For this exercise, repeat each entry exactly as written.

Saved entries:
# # # # #

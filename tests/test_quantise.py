"""INT8 graphs: what the quantised graph computes, what it stores, what stays fp32, and the
sweep's precision axis (identity, calibration set, change vs fp32)."""
import math
import os

import numpy as np
import pytest

from speedbench import schema
from speedbench.errors import UserError
from speedbench.export import QuantSettings, agreement, export_onnx, ort_session, quantise_graph
from speedbench.export.quantise import _walk, quantise_key

MODEL, SIZE = "demo_frcnn_lite", 256   # two-stage: Conv + Gemm, RoiAlign, two NMS under If nodes


@pytest.fixture(scope="module")
def graphs(tmp_path_factory):
    from speedbench.data import load_dataset, make_scenes

    root = tmp_path_factory.mktemp("int8")
    fp32 = export_onnx(MODEL, size=SIZE, weights="demo", cache_dir=root, verify=False)
    assert fp32.ok, fp32.reason
    calib = load_dataset(make_scenes(root / "calib", count=4, seed=1, split="calibration"))
    int8 = quantise_graph(fp32, QuantSettings(), calib, cache_dir=root)
    assert int8.ok, int8.reason
    return fp32, int8, calib, root


def _model(path):
    import onnx

    return onnx.load(str(path))


def _run_node(op_type, x, scale, zero_point, axis=None):
    """One QuantizeLinear / DequantizeLinear node with the given parameters, run by ONNX Runtime."""
    import onnx
    from onnx import TensorProto, helper, numpy_helper

    inits = [numpy_helper.from_array(scale, "s"), numpy_helper.from_array(zero_point, "z")]
    attrs = {} if axis is None else {"axis": axis}
    node = helper.make_node(op_type, ["x", "s", "z"], ["y"], **attrs)
    out_type = TensorProto.FLOAT if op_type == "DequantizeLinear" else helper.np_dtype_to_tensor_dtype(zero_point.dtype)
    graph = helper.make_graph([node], "g", [helper.make_tensor_value_info("x", helper.np_dtype_to_tensor_dtype(x.dtype), x.shape)],
                              [helper.make_tensor_value_info("y", out_type, None)], inits)
    proto = helper.make_model(graph, opset_imports=[helper.make_opsetid("", 19)])
    proto.ir_version = 9
    import onnxruntime as ort

    sess = ort.InferenceSession(proto.SerializeToString(), providers=["CPUExecutionProvider"])
    return sess.run(None, {"x": x})[0]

# # # # #

*EXERCISE ANSWER:*
filename tests/test_quantise.py
"""INT8 graphs: what the quantised graph computes, what it stores, what stays fp32, and the
sweep's precision axis (identity, calibration set, change vs fp32)."""
import math
import os

import numpy as np
import pytest

from speedbench import schema
from speedbench.errors import UserError
from speedbench.export import QuantSettings, agreement, export_onnx, ort_session, quantise_graph
from speedbench.export.quantise import _walk, quantise_key

MODEL, SIZE = "demo_frcnn_lite", 256   # two-stage: Conv + Gemm, RoiAlign, two NMS under If nodes


@pytest.fixture(scope="module")
def graphs(tmp_path_factory):
    from speedbench.data import load_dataset, make_scenes

    root = tmp_path_factory.mktemp("int8")
    fp32 = export_onnx(MODEL, size=SIZE, weights="demo", cache_dir=root, verify=False)
    assert fp32.ok, fp32.reason
    calib = load_dataset(make_scenes(root / "calib", count=4, seed=1, split="calibration"))
    int8 = quantise_graph(fp32, QuantSettings(), calib, cache_dir=root)
    assert int8.ok, int8.reason
    return fp32, int8, calib, root


def _model(path):
    import onnx

    return onnx.load(str(path))


def _run_node(op_type, x, scale, zero_point, axis=None):
    """One QuantizeLinear / DequantizeLinear node with the given parameters, run by ONNX Runtime."""
    import onnx
    from onnx import TensorProto, helper, numpy_helper

    inits = [numpy_helper.from_array(scale, "s"), numpy_helper.from_array(zero_point, "z")]
    attrs = {} if axis is None else {"axis": axis}
    node = helper.make_node(op_type, ["x", "s", "z"], ["y"], **attrs)
    out_type = TensorProto.FLOAT if op_type == "DequantizeLinear" else helper.np_dtype_to_tensor_dtype(zero_point.dtype)
    graph = helper.make_graph([node], "g", [helper.make_tensor_value_info("x", helper.np_dtype_to_tensor_dtype(x.dtype), x.shape)],
                              [helper.make_tensor_value_info("y", out_type, None)], inits)
    proto = helper.make_model(graph, opset_imports=[helper.make_opsetid("", 19)])
    proto.ir_version = 9
    import onnxruntime as ort

    sess = ort.InferenceSession(proto.SerializeToString(), providers=["CPUExecutionProvider"])
    return sess.run(None, {"x": x})[0]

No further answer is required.